> **WORK TO COMPLETE**
Your task is to reproduce, exactly and only, the lines running from the line containing "energy.head_loss, friction_loss=loss, fitting_loss=fittings)" to the end of the data below, both included.

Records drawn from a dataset
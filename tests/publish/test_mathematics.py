"""Formulas as set: what is copied is arithmetic, what is read aloud is the same, and no line is too long."""

from __future__ import annotations

import math
import re
from html.parser import HTMLParser

import numpy as np
import pytest
import sample
from markupsafe import Markup

from calc.equation import Equation, Implicit
from calc.physics import energy, fitting, friction, velocity, water
from calc.problems import Unresolved
from calc.publish.formula import formula, occurrences, slots
from calc.publish.markup import anchored
from calc.report.document import Formula, Number
from calc.report.numbers import Format

LAWS: list[Equation | Implicit] = [
    found
    for module in (energy, fitting, friction, velocity, water)
    for found in vars(module).values()
    if isinstance(found, Equation | Implicit)
]
VALUES = (0.31, 2.7, 0.83, 1.9, 0.57, 3.3)
"""Invented; all different, so that no two inputs can change places."""


class _Words(HTMLParser):
    def __init__(self) -> None:
        super().__init__()
        self.text = ""
        self.label = ""

    def handle_starttag(self, tag: str, attrs: list[tuple[str, str | None]]) -> None:
        self.text += " " * (tag == "br")
        self.label = self.label or dict(attrs).get("aria-label") or ""

    def handle_data(self, data: str) -> None:
        self.text += data


def read(markup: str) -> _Words:
    words = _Words()
    words.feed(markup)
    words.text = re.sub("[ \n\u2009]+", " ", words.text).strip()
    return words


def anchor(number: Number) -> Markup:
    return anchored(number.ref, number)


def body(law: Equation | Implicit) -> Equation:
    return law.residual if isinstance(law, Implicit) else law


def operands(law: Equation | Implicit, values: tuple[float, ...] = VALUES, unit: str = "") -> dict[str, Number]:
    # the text is written here, not by the program
    return {
        name: Number(f"a.b.{name}", Format(unit, decimals=2), str(value).replace("-", "−"))
        for name, value in zip(body(law).takes, values, strict=False)
    }


def name(law: Equation | Implicit) -> str:
    return law.name


def computed(text: str) -> float:
    """Evaluate copied text with Python's own arithmetic: an evaluator outside the project."""
    code = re.sub("\u202f(?:K|Pa·s|Pa|m|kg/m³)(?![a-z])", "", text)
    code = code.replace("−", "-").replace("×", "*").replace("·", "*").replace("^", "**").replace("π", "math.pi")
    code = re.sub(r"\|([^|]*)\|", r"abs(\1)", code.replace("\u202f", ""))
    code = re.sub(r"√([\d.]+)", r"math.sqrt(\1)", code).replace("√(", "math.sqrt(")
    code = re.sub(r"\b(log10|exp)\(", r"math.\1(", code)
    code = re.sub(r"\bln\(", "math.log(", code)
    return float(eval(code, {"math": math, "abs": abs}))  # noqa: S307 - text of our own


@pytest.mark.parametrize("law", LAWS, ids=name)
@pytest.mark.parametrize("measure", [18.0, 30.0, 90.0])
def test_copied_text_is_what_is_read_aloud(law: Equation | Implicit, measure: float) -> None:
    words = read(formula(Formula(law, operands(law), Number("a.b.c", Format(decimals=2), "1.00")), measure, anchor))
    assert words.text == words.label


@pytest.mark.parametrize("law", LAWS, ids=name)
@pytest.mark.parametrize("measure", [18.0, 90.0])
@pytest.mark.parametrize("sign", [1.0, -1.0])
def test_copied_numbers_evaluate_to_what_the_equation_gives(
    law: Equation | Implicit, measure: float, sign: float
) -> None:
    values = tuple(
        sign * value if name in ("velocity", "flow_each", "friction_loss", "head_from") else value
        for name, value in zip(body(law).takes, VALUES, strict=False)
    )
    said = read(formula(Formula(law, operands(law, values)), measure, anchor)).text
    right = re.split(r" = | ≈ ", said)[2]
    expected = body(law).body(**{n: np.array([v]) for n, v in zip(body(law).takes, values, strict=False)})
    assert computed(right) == pytest.approx(float(np.asarray(expected).reshape(-1)[0]), rel=1e-12)


def test_a_formula_reads_as_written_by_hand() -> None:
    said = read(formula(Formula(velocity.mean_velocity), 40, anchor)).text
    assert said == "V = 4 Q_1/(π D^2)"
    said = read(formula(Formula(friction.colebrook_white), 90, anchor)).text
    assert said == "0 = 1/√f + 2 · log10(ε/(3.7 D) + 2.51/(Re √f))"


def test_units_and_powers_of_ten_are_bracketed_when_raised() -> None:
    flow = Number("pipes.a.flow_each", Format("m³/s", decimals=4), "−0.0831")
    bore = Number("pipes.a.bore", Format("m", significant=2), "3.8 × 10^−1")
    said = read(formula(Formula(velocity.mean_velocity, {"flow_each": flow, "bore": bore}), 90, anchor)).text
    assert said.endswith("= 4 × (−0.0831\u202fm³/s)/(π × (3.8 × 10^−1\u202fm)^2)")


def test_bars_need_no_brackets() -> None:
    speed = Number("pipes.a.velocity", Format("m/s", decimals=2), "−0.29")
    said = read(formula(Formula(velocity.speed, {"velocity": speed}), 90, anchor)).text
    assert said == "|V| = |V| = |−0.29\u202fm/s|"


def test_an_operand_left_out_is_refused() -> None:
    with pytest.raises(Unresolved, match="no number is put in for 'bore'"):
        formula(
            Formula(velocity.mean_velocity, {"flow_each": operands(velocity.mean_velocity)["flow_each"]}), 40, anchor
        )


def test_the_unknown_of_an_implicit_law_is_its_result() -> None:
    known = operands(friction.colebrook_white)
    del known["factor"]
    part = Formula(friction.colebrook_white, known, Number("a.b.f", Format(decimals=4), "0.0181"))
    said = read(formula(part, 90, anchor)).text
    assert said.endswith("at f = 0.0181")
    assert [number.ref for number in occurrences(part)].count("a.b.f") == 3


@pytest.mark.parametrize("law", LAWS, ids=name)
def test_every_input_has_its_place_in_the_panel(law: Equation | Implicit) -> None:
    found = set(re.findall(r'data-name="(\w+)"', slots(law, 30.0)))
    assert found == set(body(law).takes)


def test_numbers_of_a_formula_are_counted_as_often_as_printed() -> None:
    scribe = sample.Scribe(sample.ledger())
    part = scribe.worked(
        friction.darcy_weisbach,
        sample.PIPES[0],
        "base",
        f"pipes.{sample.PIPES[0]}.friction_loss@base",
        {"gravity": "site.gravity", "factor": f"pipes.{sample.PIPES[0]}.friction_factor@base"},
    )
    assert formula(part, 60, anchor).count("<data") == len(list(occurrences(part))) == 7
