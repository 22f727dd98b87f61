"""The page in a real browser: a click walks a number down to the file, at every width, asking for nothing."""

from __future__ import annotations

import json
import re
from collections.abc import Iterator
from pathlib import Path
from typing import Any

import pytest
import sample
from browser import Browser

from calc import kinds
from calc.ledger import Given, Ledger, exported
from calc.marks import Mark
from calc.publish import screen

pytestmark = pytest.mark.browser
PIPE = sample.PIPES[0]
LOSS = f"pipes.{PIPE}.friction_loss@base"
BORE = f"pipes.{PIPE}.bore@base"
GO = """const go = (id) => new Promise((done) => {
  addEventListener('hashchange', () => setTimeout(done), {once: true});
  location.hash = encodeURIComponent(id);
});
"""
BLOCKS = "h1, h2, p, figure, .hold, .listing, .toc, #walk"


@pytest.fixture(scope="module")
def browser(tmp_path_factory: pytest.TempPathFactory) -> Iterator[Browser]:
    opened = Browser(tmp_path_factory.mktemp("profile"))
    yield opened
    opened.close()


@pytest.fixture(scope="module")
def place(a4: Any, tmp_path_factory: pytest.TempPathFactory) -> Path:  # noqa: ANN401
    path = tmp_path_factory.mktemp("screen") / "package.html"
    path.write_text(a4.screen, encoding="utf-8")
    return path


@pytest.fixture(autouse=True)
def quiet(browser: Browser) -> Iterator[None]:
    browser.events.clear()
    yield
    assert browser.complaints() == []


def panel(browser: Browser) -> str:
    return str(
        browser.do("document.getElementById('walk').hidden ? '' : document.getElementById('walk-said').innerText")
    )


def shows(browser: Browser, ref: str) -> None:
    browser.wait("!document.getElementById('walk').hidden")
    browser.wait(f"document.querySelector('#walk .id').textContent === {json.dumps(ref)}")


@pytest.mark.parametrize("width", [360, 480, 768, 1024, 1280, 1600])
@pytest.mark.parametrize("ref", ["", LOSS])
def test_nothing_is_wider_than_the_window(browser: Browser, place: Path, width: int, ref: str) -> None:
    browser.open(place, f"#{ref}" if ref else "", width)
    assert browser.do("document.documentElement.scrollWidth <= document.documentElement.clientWidth")
    outside = f"[...document.querySelectorAll('{BLOCKS}')].filter(e => e.getClientRects().length)"
    outside += ".filter(e => e.getBoundingClientRect().right > innerWidth + 1).length"
    assert browser.do(outside) == 0


def test_our_faces_are_used(browser: Browser, place: Path) -> None:
    browser.open(place)
    loaded = browser.do(
        "[...document.fonts].filter(f => f.status === 'loaded').map(f => f.family.replaceAll('\"', ''))"
    )
    assert {"Ledger Text", "Ledger Small", "Ledger Display", "Ledger Mono"} <= set(loaded)


def test_a_click_walks_down_to_the_file(browser: Browser, place: Path) -> None:
    browser.open(place)
    assert panel(browser) == ""
    browser.click(f"data.n[value='{LOSS}']")
    shows(browser, LOSS)
    said = panel(browser)
    assert "head lost to friction" in said
    assert "Darcy–Weisbach" in said
    assert "J. Weisbach, Lehrbuch" in said
    # 0.3844 m and 1850 m are the bore and the length written in the input file
    worked = browser.do("document.querySelector('#walk .worked').textContent")
    assert "1850\u202fm" in worked
    assert "0.3844\u202fm" in worked
    browser.click(f"#walk a[href='#{BORE.replace('@', '%40')}']")
    shows(browser, BORE)
    said = panel(browser)
    assert "384.4 mm" in said
    assert "at network.yaml:5:41" in said
    assert browser.do("document.querySelector('#walk a.linked[href^=\"#at-\"]').hash") == "#at-network.yaml%3A5"


def test_back_and_forward_walk_too(browser: Browser, place: Path) -> None:
    browser.open(place)
    browser.click(f"data.n[value='{LOSS}']")
    shows(browser, LOSS)
    browser.do(f"location.hash = encodeURIComponent({json.dumps(BORE)})")
    shows(browser, BORE)
    browser.do("history.back()")
    shows(browser, LOSS)
    browser.do("history.forward()")
    shows(browser, BORE)
    browser.do("history.go(-2)")
    browser.wait("document.getElementById('walk').hidden")


def test_the_address_opens_a_number(browser: Browser, place: Path) -> None:
    browser.open(place, f"#{LOSS}")
    shows(browser, LOSS)
    assert browser.do("document.querySelectorAll('data.n[aria-current]').length") >= 1


def test_the_keyboard_suffices(browser: Browser, place: Path) -> None:
    browser.open(place)
    browser.do(f"document.querySelector(\"data.n[value='{LOSS}']\").focus()")
    browser.key("Enter")
    shows(browser, LOSS)
    assert browser.do("document.getElementById('walk').contains(document.activeElement)")
    for _ in range(20):  # the first input is not far
        browser.key("Tab")
        if browser.do("document.activeElement.matches('#walk li a')"):
            break
    browser.key("Enter")
    shows(browser, f"pipes.{PIPE}.friction_factor@base")
    browser.key("Escape")
    browser.wait("document.getElementById('walk').hidden")
    assert browser.do("document.activeElement.value") == LOSS


def test_every_number_has_a_walk(browser: Browser, place: Path) -> None:
    browser.open(place)
    wrong = browser.do(
        GO
        + """(async () => {
          const wrong = [];
          for (const id of new Set([...document.querySelectorAll('data.n')].map(e => e.value))) {
            await go(id);
            const said = document.getElementById('walk-said'), odd = /undefined|NaN|\\?/.test(said.innerText);
            if (said.querySelector('.id')?.textContent !== id || !said.querySelector('h3') || odd) { wrong.push(id); }
          }
          return wrong; })()"""
    )
    assert wrong == []
    assert browser.do("document.querySelectorAll('data.n:not([tabindex])').length") == 0


def test_every_step_leads_to_the_files(browser: Browser, place: Path) -> None:
    browser.open(place)
    ends = browser.do(
        GO
        + f"""(async () => {{
          const seen = new Set(), ends = new Set(), left = [{json.dumps(LOSS)}];
          while (left.length) {{
            const id = left.pop();
            if (seen.has(id)) continue;
            seen.add(id);
            await go(id);
            const said = document.getElementById('walk-said');
            const next = [...said.querySelectorAll('li a')].map(a => decodeURIComponent(a.hash.slice(1)));
            left.push(...next);
            if (!next.length) ends.add(said.innerText.match(/at (\\S+:\\d+:\\d+)/)?.[1] ?? `none for ${{id}}`);
          }}
          return [...ends]; }})()"""
    )
    assert "network.yaml:5:41" in ends
    assert "defaults.yaml:3:12" in ends
    # what is found by iteration ends at its statement; everything else in a file
    assert [end for end in ends if end.startswith("none") and ".flow@" not in end] == []


def test_addresses_become_links(browser: Browser, place: Path) -> None:
    browser.open(place)
    assert browser.do("document.querySelectorAll('.ad a').length") > 50
    assert browser.do("[...document.querySelectorAll('.ad a')].every(a => document.getElementById(a.hash.slice(1)))")


def test_what_was_written_cannot_become_markup(browser: Browser, a4: Any, tmp_path: Path) -> None:  # noqa: ANN401
    hostile = "</script><script>window.bad = 1</script><img src=x onerror='window.bad = 1'>\u2028<!--"
    ledger: Ledger = sample.ledger()
    given = Given((Mark("network.yaml", 1, 1),), (hostile,), (hostile,))
    ledger.enter("pipes.remark", kinds.LENGTH, [hostile], [1.0], given, case="base")
    page = screen.page(a4.document, ledger, a4.pictures, exported(ledger))
    (tmp_path / "page.html").write_text(page, encoding="utf-8")
    browser.open(tmp_path / "page.html")
    browser.do(f"location.hash = encodeURIComponent('pipes.' + {json.dumps(hostile)} + '.remark@base')")
    browser.wait("!document.getElementById('walk').hidden")
    assert browser.do("document.querySelector('#walk .as-written').textContent") == hostile
    assert browser.do("window.bad === undefined && document.querySelectorAll('img').length === 0")


def test_only_our_own_script_may_run(browser: Browser, a4: Any, tmp_path: Path) -> None:  # noqa: ANN401
    planted = "<main><script>window.bad = 1</script><img src='https://example.org/x.png' onerror='window.bad = 2'>"
    (tmp_path / "page.html").write_text(a4.screen.replace("<main>", planted, 1), encoding="utf-8")
    browser.open(tmp_path / "page.html")
    assert browser.do("window.bad === undefined")
    said = browser.complaints()
    assert any("Content Security Policy" in line or "violates" in line for line in said)
    browser.events.clear()


def test_the_page_says_the_same_as_the_sheets(browser: Browser, place: Path, a4: Any) -> None:  # noqa: ANN401
    browser.open(place)
    numbers = browser.do("[...document.querySelectorAll('data.n')].map(e => e.textContent)")
    expected = [re.sub("<[^>]*>", "", m) for m in re.findall(r'<data class="n"[^>]*>(.*?)</data>', a4.sheet)]
    assert numbers == [text.replace("&lt;", "<") for text in expected]
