#!/usr/bin/env bash
# Sets up the machine and issues the demonstration projects; tells where the packages are.
set -euo pipefail
# shellcheck source=.ci/setup.sh
source "$(dirname "${BASH_SOURCE[0]}")/../.ci/setup.sh"

need_libraries
need_environment ''

for project in "$root"/projects/*/; do
  project=${project%/}
  status=0
  "$root/.venv/bin/headtrace" issue "$project" || status=$?
  [[ $status -le 1 ]] || exit "$status"

  package=$(find "$project/issued" -mindepth 1 -maxdepth 1 -type d -printf '%T@ %p\n' 2>/dev/null |
    sort -n | tail -n 1 | cut -d ' ' -f 2-) || true
  for file in package.pdf package.html results.json; do
    [[ -n $package && -s $package/$file ]] || { say "no package was written: $file is missing"; exit 70; }
  done
  if [[ $status -eq 1 ]]; then
    # 1 says that a criterion is not met; hold it to that
    grep -q '"met": *false' "$package/results.json" || { say "status 1, and yet every criterion is met"; exit 70; }
    printf '\nA criterion is not met, and the first page says so: the package is issued all the same.\n'
  fi
  printf '\nThe package to print and file:    %s\nThe same, to walk through:        %s\n\n' \
    "$package/package.pdf" "$package/package.html"
done
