"""A document with every kind of block, over a small ledger built by hand. Its values are no answer to any problem."""

from __future__ import annotations

from collections.abc import Sequence
from dataclasses import dataclass
from typing import Any

import numpy as np

from calc import kinds
from calc.equation import Equation, Implicit
from calc.kinds import Kind
from calc.ledger import (
    Accountant,
    Column,
    Combined,
    Converted,
    Derived,
    Given,
    Judged,
    Ledger,
    Library,
    Program,
    Solved,
    View,
)
from calc.marks import Mark
from calc.physics import energy, fitting, friction, velocity, water
from calc.report import figures
from calc.report.document import (
    Block,
    Bullets,
    Cite,
    Contents,
    Document,
    Figure,
    Formula,
    Heading,
    Index,
    Letter,
    Listing,
    Masthead,
    Notes,
    Number,
    Own,
    Paragraph,
    Parts,
    Quoted,
    Row,
    Section,
    SignOff,
    Soft,
    Strong,
    Table,
    TableColumn,
)
from calc.report.numbers import Format, written

PIPES = ("upper-ostrel-gravity-transfer-main", "sedge-link", "vell-rising-main")
NETWORK = """\
reservoirs:
  upper: {level: 214.60 m}
  vell: {level: 183.0 m}   # from the survey; REMARK
pipes:
  upper-ostrel-gravity-transfer-main: {length: 1850 m, bore: 384.4 mm, roughness: 0.15 mm}
  sedge-link: {length: 920.5 m, bore: 297.6 mm, roughness: 0.15 mm}
\tvell-rising-main: {length: 2410 m, bore: 397.2 mm, roughness: 0.3 mm}
""".replace("REMARK", "a remark that runs past the end of a printed line, as in real files, " * 2)
CASES = """\
cases:
  drawdown: {title: "Низкий уровень ≤ 209", with: {reservoirs.upper.level: 209.20 m}}
"""
FILES = {"network.yaml": NETWORK.encode(), "cases.yaml": CASES.encode()}


def ledger() -> Ledger:
    """Return a ledger with every kind of origin."""
    made = Ledger(parents={"drawdown": "base"})
    _inputs(made)
    _chain(made, "base", (0.0831, -0.0204, -0.0507))
    _chain(made, "drawdown", (0.0612, 0.0118, -0.0610))
    limit = Given((Mark("network.yaml", 2, 4),), ("2.5 m/s",), ("S5",))
    made.enter("criteria.limit", kinds.VELOCITY, ["velocity-max"], [2.5], limit)
    margin = made.enter("criteria.margin", kinds.VELOCITY, ["velocity-max"], [1.78], limit, case="base")
    made.enter("criteria.met", kinds.NUMBER, ["velocity-max"], [1.0], Judged(View.whole(margin)), case="base")
    made.enter("program.tolerance", kinds.FLOW, ["newton"], [1e-9], Program("stop: largest imbalance"))
    made.enter(
        "junctions.imbalance",
        kinds.FLOW,
        ["1", "2", "3"],
        [0.0413, -0.00082, 3.1e-11],
        Program("trial"),
        case="base",
        of="marl-cross",
    )
    return made


def _inputs(made: Ledger) -> None:
    def marks(count: int) -> tuple[Mark, ...]:
        return tuple(Mark("network.yaml", 5 + k, 41) for k in range(count))

    lengths = Given(marks(3), ("1850 m", "920.5 m", "2410 m"), ("S2", "", "S2"))
    made.enter("pipes.length", kinds.LENGTH, PIPES, [1850.0, 920.5, 2410.0], lengths, case="base")
    written_ = ("384.4 mm", "297.6 mm", "397.2 mm")
    bores = Converted(marks(3), written_, ("S2",) * 3, (384.4, 297.6, 397.2), ("mm",) * 3, (0.001,) * 3, (0.0,) * 3)
    made.enter("pipes.bore", kinds.BORE, PIPES, [0.3844, 0.2976, 0.3972], bores, case="base")
    rough = Converted(
        marks(3),
        ("0.15 mm", "0.15 mm", "0.3 mm"),
        ("A1",) * 3,
        (0.15, 0.15, 0.3),
        ("mm",) * 3,
        (0.001,) * 3,
        (0.0,) * 3,
    )
    made.enter("pipes.roughness", kinds.ROUGHNESS, PIPES, [0.00015, 0.00015, 0.0003], rough, case="base")
    made.enter(
        "pipes.parallel", kinds.NUMBER, PIPES, [1.0] * 3, Library(marks(3), ("1",) * 3, ("default",) * 3), case="base"
    )
    site = Library((Mark("defaults.yaml", 3, 12),), ("9.80665 m/s²",), ("standard gravity",))
    made.enter("site.gravity", kinds.ACCELERATION, [""], [9.80665], site)
    made.enter("fluid.temperature", kinds.TEMPERATURE, [""], [283.15], Given(marks(1), ("10 degC",), ("",)))
    made.enter("site.laminar_below", kinds.NUMBER, [""], [2000.0], site)
    made.enter("site.turbulent_above", kinds.NUMBER, [""], [4000.0], site)
    made.enter(
        "pipes.coefficient",
        kinds.NUMBER,
        PIPES,
        [2.5, 0.8, 1.5],
        Given(marks(3), ("2.5", "0.8", "1.5"), ("",) * 3),
        case="base",
    )
    made.enter("pipes.count", kinds.NUMBER, PIPES, [1.0, 1.0, 1.0], Given(marks(3), ("1",) * 3, ("",) * 3), case="base")


def _chain(made: Ledger, case: str, flows: Sequence[float]) -> None:
    books = Accountant(made, case)
    solved = Solved("F = 0 at the junction", "bracketing", 7, ("junctions.imbalance",))
    flow = View.whole(made.enter("pipes.flow", kinds.FLOW, PIPES, flows, solved, case=case))
    get = {
        name: made.view(f"pipes.{name}", case, PIPES)
        for name in ("length", "bore", "roughness", "parallel", "coefficient", "count")
    }
    gravity, temperature = made.shared("site.gravity"), made.shared("fluid.temperature")
    density = books.apply("fluid.density", water.density, temperature=temperature)
    dynamic = books.apply("fluid.dynamic_viscosity", water.dynamic_viscosity, temperature=temperature)
    viscosity = books.apply("fluid.viscosity", water.kinematic_viscosity, dynamic_viscosity=dynamic, density=density)
    books.apply("fluid.vapour_pressure", water.vapour_pressure, temperature=temperature)
    each = books.apply("pipes.flow_each", velocity.flow_each, flow=flow, parallel=get["parallel"])
    speed = books.apply("pipes.velocity", velocity.mean_velocity, flow_each=each, bore=get["bore"])
    reynolds = books.apply(
        "pipes.reynolds", velocity.reynolds_number, velocity=speed, bore=get["bore"], viscosity=viscosity
    )
    rough = {"roughness": get["roughness"], "bore": get["bore"], "reynolds": reynolds}
    factor = books.apply("pipes.friction_factor", friction.colebrook_white, by=None, **rough)
    books.apply("pipes.factor_haaland", friction.haaland, by=None, **rough)
    books.apply("pipes.factor_swamee_jain", friction.swamee_jain, by=None, **rough)
    loss = books.apply(
        "pipes.friction_loss",
        friction.darcy_weisbach,
        factor=factor,
        length=get["length"],
        bore=get["bore"],
        velocity=speed,
        gravity=gravity,
    )
    fittings = books.apply(
        "pipes.fitting_loss",
        fitting.fitting_loss,
        count=get["count"],
        coefficient=get["coefficient"],
        velocity=speed,
        gravity=gravity,
    )
    head = books.apply("pipes.head_loss", energy.head_loss, friction_loss=loss, fitting_loss=fittings)
    books.total("balance.closing", kinds.HEAD, head, np.zeros(3, dtype=np.int64), ("path",))


FORMS: dict[Kind, Format] = {
    kinds.FLOW: Format("m³/s", decimals=6),
    kinds.VELOCITY: Format("m/s", decimals=4),
    kinds.LENGTH: Format("m", decimals=1),
    kinds.BORE: Format("m", decimals=4),
    kinds.ROUGHNESS: Format("m", significant=2),
    kinds.HEAD: Format("m", decimals=4),
    kinds.ACCELERATION: Format("m/s²", decimals=5),
    kinds.NUMBER: Format("", significant=6),
    kinds.KINEMATIC_VISCOSITY: Format("m²/s", significant=5),
    kinds.DYNAMIC_VISCOSITY: Format("Pa·s", significant=5),
    kinds.DENSITY: Format("kg/m³", decimals=3),
    kinds.TEMPERATURE: Format("K", decimals=2),
    kinds.PRESSURE: Format("Pa", decimals=1),
}


@dataclass(frozen=True)
class Scribe:
    """Writes numbers of a ledger."""

    ledger: Ledger

    def number(self, ref: str, form: Format | None = None, *, with_unit: bool = False) -> Number:
        spot = self.ledger.spot(ref)
        form = form or FORMS[spot.column.kind]
        return Number(ref, form, written(spot.value, spot.column.kind, form), with_unit)

    def worked(self, law: Equation | Implicit, pipe: str, case: str, result: str, names: dict[str, str]) -> Formula:
        equation = law.residual if isinstance(law, Implicit) else law
        known = {
            name: self.number(names.get(name, f"pipes.{pipe}.{name}@{case}"))
            for name in equation.takes
            if name != getattr(law, "unknown", None)
        }
        return Formula(law, known, self.number(result))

> **THE ANSWER**
    head = books.apply("pipes.head_loss", energy.head_loss, friction_loss=loss, fitting_loss=fittings)
    books.total("balance.closing", kinds.HEAD, head, np.zeros(3, dtype=np.int64), ("path",))


FORMS: dict[Kind, Format] = {
    kinds.FLOW: Format("m³/s", decimals=6),
    kinds.VELOCITY: Format("m/s", decimals=4),
    kinds.LENGTH: Format("m", decimals=1),
    kinds.BORE: Format("m", decimals=4),
    kinds.ROUGHNESS: Format("m", significant=2),
    kinds.HEAD: Format("m", decimals=4),
    kinds.ACCELERATION: Format("m/s²", decimals=5),
    kinds.NUMBER: Format("", significant=6),
    kinds.KINEMATIC_VISCOSITY: Format("m²/s", significant=5),
    kinds.DYNAMIC_VISCOSITY: Format("Pa·s", significant=5),
    kinds.DENSITY: Format("kg/m³", decimals=3),
    kinds.TEMPERATURE: Format("K", decimals=2),
    kinds.PRESSURE: Format("Pa", decimals=1),
}


@dataclass(frozen=True)
class Scribe:
    """Writes numbers of a ledger."""

    ledger: Ledger

    def number(self, ref: str, form: Format | None = None, *, with_unit: bool = False) -> Number:
        spot = self.ledger.spot(ref)
        form = form or FORMS[spot.column.kind]
        return Number(ref, form, written(spot.value, spot.column.kind, form), with_unit)

    def worked(self, law: Equation | Implicit, pipe: str, case: str, result: str, names: dict[str, str]) -> Formula:
        equation = law.residual if isinstance(law, Implicit) else law
        known = {
            name: self.number(names.get(name, f"pipes.{pipe}.{name}@{case}"))
            for name in equation.takes
            if name != getattr(law, "unknown", None)
        }
        return Formula(law, known, self.number(result))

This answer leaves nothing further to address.